# Verschickt Amazon Retouren als Neuware?



## falko76 (12. November 2016)

Habe diese Woche zweimal eine G403 Prodigy Maus bei Amazon bestellt. 

Beide Male kam die Verpackung mit doppelter Verklebung, d.h. der erste Aufkleber war bereits durchtrennt und ein zweiter oben drüber geklebt. Siehe Bild.

Bei beiden Exemplaren war das Mausrad defekt. Schon komisch.

Habe dieses Jahr schonmal die Erfahrung gemacht, dass Amazon bereits geöffnete und benutzte Ware an mich verschickt hat (als Neuware). Das war eine Microsoft Tastaturen Kombo.

Habt ihr das auch schon erlebt, oder sind das Einzelfälle?


----------



## azzih (12. November 2016)

Da ich selbst einige Erfahrungen in der Branche habe kann ich dir sagen dass das wohl jeder Händler mehr oder weniger exzessiv macht.  Ist reine Mathematik: Die Margen bei Elektronik sind derartig mies das man pleite gehen würde wenn man alles was innerhalb der 14 tägigen Rückgabefrist zurückbekommt als B-Waren vermüllen würde. Diese "ich bestell mal 3 Sachen, mach alles auf und schick den Rest zurück"-Mentalität kostet die Händler dann noch das wenige an Margen das sie erwirtschaften.

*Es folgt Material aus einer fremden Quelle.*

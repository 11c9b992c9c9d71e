import { describe, expect, it } from 'vitest';
import type { Outcome } from '../../../../src/core/model/outcome.ts';
import type { Recording } from '../../../../src/core/model/recording.ts';
import { coastdownProcedure } from '../../../../src/core/modes/coastdown.ts';
import type { ProcedureAnswer } from '../../../../src/core/modes/procedure-answer.ts';
import { conditionRecording } from '../../../../src/core/signal/condition-recording.ts';
import { coastdownCase } from '../../../support/cases/coastdown-case.ts';
import { generateCase } from '../../../support/cases/generate-case.ts';
import { seededRandom } from '../../../support/cases/random.ts';
import { integratedSweep } from '../../../support/integrated-sweep.ts';
import { simpleRecording } from '../../../support/simple-recording.ts';

function answer(recording: Recording): Outcome<ProcedureAnswer> {
  const conditioned = conditionRecording(recording, 'auto');
  if (!conditioned.ok) throw new Error(conditioned.problem.code);
  return coastdownProcedure(conditioned.value, { procedure: 'coastdown', timing: 'auto' });
}
const codeOf = (recording: Recording): string => {
  const outcome = answer(recording);
  return outcome.ok ? 'answered' : outcome.problem.code;
};
function answered(recording: Recording): ProcedureAnswer {
  const outcome = answer(recording);
  if (!outcome.ok) throw new Error(outcome.problem.code);
  return outcome.value;
}

/** A run-down from 16 to 4.4 Hz in 20 s through the given modes, integrated by odex; 60 Hz. */
function integrated(modes: readonly [number, number][], noiseMps2: number): Recording {
  const rateHz = 60;
  const timeS = Float64Array.from({ length: 20 * rateHz }, (_, k) => k / rateHz);
  const parts = modes.map(([frequencyHz, dampingRatio]) =>
    integratedSweep({ frequencyHz, dampingRatio, start: 16, rate: 0.7, curve: 0.006 }, timeS),
  );
  return simpleRecording(seededRandom(3), {
    durationS: 20,
    rateHz,
    noiseMps2,
    motion: (t) => {
      const k = Math.round(t * rateHz);
      return [2e-4 * (parts[0]?.[k] as number), parts[1] ? 2e-4 * (parts[1][k] as number) : 0, 0];
    },
  });
}

describe('coastdownProcedure', () => {
  it('finds frequency and damping of a mode integrated independently, nearly free of noise', () => {
    const { modes, coastdown } = answered(integrated([[9, 0.02]], 1e-5));
    expect(modes).toHaveLength(1);
    expect((modes[0]?.frequencyHz as number) / 9).toBeCloseTo(1, 4);
    expect((modes[0]?.dampingRatio as number) / 0.02).toBeCloseTo(1, 2);
    expect(Math.abs(modes[0]?.direction[0] as number)).toBeCloseTo(1, 3);
    // Speed 16 - 0.7 t + 0.006 t² passes 9 Hz at t = 11.0 s, falling at 0.568 Hz/s.
    expect(coastdown?.sweepRateHzPerS).toBeCloseTo(0.568, 2);
    expect(coastdown?.sweepSeverityRatio).toBeCloseTo(0.568 / (2 * 0.02 * 9) ** 2, 1);
    expect(coastdown?.startHz).toBeCloseTo(16, 1);
  });

  it('stays within its own intervals on seeded records, slow and fast sweeps', () => {
    let within = 0;
    for (let index = 0; index < 3; index++) {
      const { recording, truth } = generateCase('D', 77, index);
      const mode = answered(recording).modes[0];
      const real = truth.modes?.[0];
      if (!mode || !real) throw new Error('no mode');
      if (Math.abs(mode.frequencyHz - real.f_hz) < 2.6 * mode.frequencySdHz) within++;
      if (Math.abs(mode.dampingRatio - real.zeta) < 2.6 * mode.dampingRatioSd) within++;
    }
    // 99 % intervals, 6 of them.
    expect(within).toBeGreaterThanOrEqual(5);
  });

  it('draws amplitude against speed, measured over fitted, rising in frequency', () => {
    const { pass } = answered(integrated([[9, 0.02]], 1e-3));
    if (!pass) throw new Error('no picture');
    const top = pass.measuredMps2.indexOf(Math.max(...pass.measuredMps2));
    expect(pass.frequencyHz[top]).toBeGreaterThan(8);
    expect(pass.frequencyHz[top]).toBeLessThan(9.5);
    expect([...pass.frequencyHz].every((f, i, all) => i === 0 || f >= (all[i - 1] as number))).toBe(true);
    expect((pass.fittedMps2[top] as number) / (pass.measuredMps2[top] as number)).toBeCloseTo(1, 1);
  });

  it('says that half-power points on a sweep mean nothing', () => {
    const mode = answered(integrated([[9, 0.02]], 1e-3)).modes[0];
    expect(mode?.halfPower).toEqual({ refusal: 'window-dominates' });
    expect(mode?.doubts).toContain('half-power-refused');
  });

  it('doubts a fast sweep (sweep-fast) and motion that one mode does not explain (poor-fit)', () => {
    const fast = answered(integrated([[9, 0.006]], 1e-3));
    expect(fast.doubts.map((d) => d.code)).toContain('sweep-fast');
    expect(fast.modes[0]?.doubts).toContain('sweep-fast');
    const two = answer(
      integrated(
        [
          [9, 0.02],
          [10.5, 0.02],
        ],
        1e-4,
      ),
    );
    // Either said to be poor, or refused: never a clean answer.
    expect(two.ok ? two.value.modes[0]?.doubts : ['poor-fit']).toContain('poor-fit');
  });

  it('refuses a pass that does not cover 0.65 to 1.4 of the mode', () => {
    const late = coastdownCase(seededRandom(1, 0), 1, 0, {
      frequencyHz: 12,
      start: 13,
      dampingRatio: 0.02,
      durationS: 30,
      rate: 0.3,
      curve: 0,
    });
    const early = coastdownCase(seededRandom(1, 1), 1, 1, {
      frequencyHz: 9,
      start: 20,
      dampingRatio: 0.02,
      durationS: 30,
      rate: 0.36,
      curve: 0,
    });
    expect(['pass-incomplete', 'no-pass']).toContain(codeOf(late.recording));
    const outcome = answer(early.recording);
    expect(outcome.ok ? 'answered' : outcome.problem.code).toBe('pass-incomplete');
    if (!outcome.ok) expect(outcome.problem.facts.endHz).toBeGreaterThan(8);
  });

  it('refuses a line that only rises: a sweep folded at half the rate, or a run-up', () => {
    const folded = coastdownCase(seededRandom(1, 0), 1, 0, {
      frequencyHz: 38,
      start: 58,
      dampingRatio: 0.02,
      durationS: 40,
      rate: 0.7,
      curve: 0,
    });
    expect(codeOf(folded.recording)).toBe('folded-sweep');
  });

  it('refuses noise, a steady machine, taps and five short seconds', () => {
    const noise = simpleRecording(seededRandom(5), { durationS: 40, rateHz: 60, noiseMps2: 0.02 });
    expect(codeOf(noise)).toBe('no-pass');
    expect(codeOf(generateCase('TWIN', 5, 0).recording)).toBe('no-pass');
    expect(codeOf(generateCase('A1', 5, 1).recording)).toBe('no-pass');
    const short = simpleRecording(seededRandom(6), { durationS: 4, rateHz: 60, noiseMps2: 0.02 });
    expect(codeOf(short)).toBe('too-short');
  });
});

Allerdings sollte keine Defektware verschickt werden, das versteht sich wohl von selbst.


----------



## Brexzidian7794 (12. November 2016)

Retouren?Könnte sein,aber das ist wieder spekulation von mir.
Aber Amazon hat doch seit kurzem das neu eingeführt mit General überholte Elektronik bei Amazon.
Haste sowas in der hinsicht vielleicht erhalten?Der Preis für die Ware war Neuwarenpreis,oder?
Oder war die Ware reduziert gewesen?Und du meinst der Siegel war schon geöffnet gewesen oder wie meinste das jetzt?
Oder ist das am Siegel nur eingedruckt gewesen und deswegen jene spuren hinterlassen?Pack doch einfach aus und schau mal rein ob das gebrauchs spuren ect.sind.
Und ob es einwandfrei funktioniert.Hatte auch schon kartons/Verpackungen wo es leicht zerbeult oder angedrückt war.Aber deswegen würde ich mir erstmal keine sorgen machen.
Das ding kannste immer noch zurück schicken wenn was sein sollte.

grüße Brex


----------



## drstoecker (12. November 2016)

Hast du neu bei Amazon gekauft oder warehouesedealz als wie neu?


----------



## AMD-FXler (20. November 2016)

Jap, das scheint jetzt öffter zu passieren.
Hab Donnerstag ein 310 Euro MoBo bekommen, was ebenfalls bereits geöffnet wurde. Und das Teil war defekt... aber sowas von...
Wenn es nicht ein Garantiefall gewesen wäre, hätte ich wohl woanders gekauft. Was ich ab jetzt auch tun werde...


----------



## Threshold (20. November 2016)

AMD-FXler schrieb:


> Jap, das scheint jetzt öffter zu passieren.
> Hab Donnerstag ein 310 Euro MoBo bekommen, was ebenfalls bereits geöffnet wurde. Und das Teil war defekt... aber sowas von...
> Wenn es nicht ein Garantiefall gewesen wäre, hätte ich wohl woanders gekauft. Was ich ab jetzt auch tun werde...



Du kaufst jetzt woanders?


----------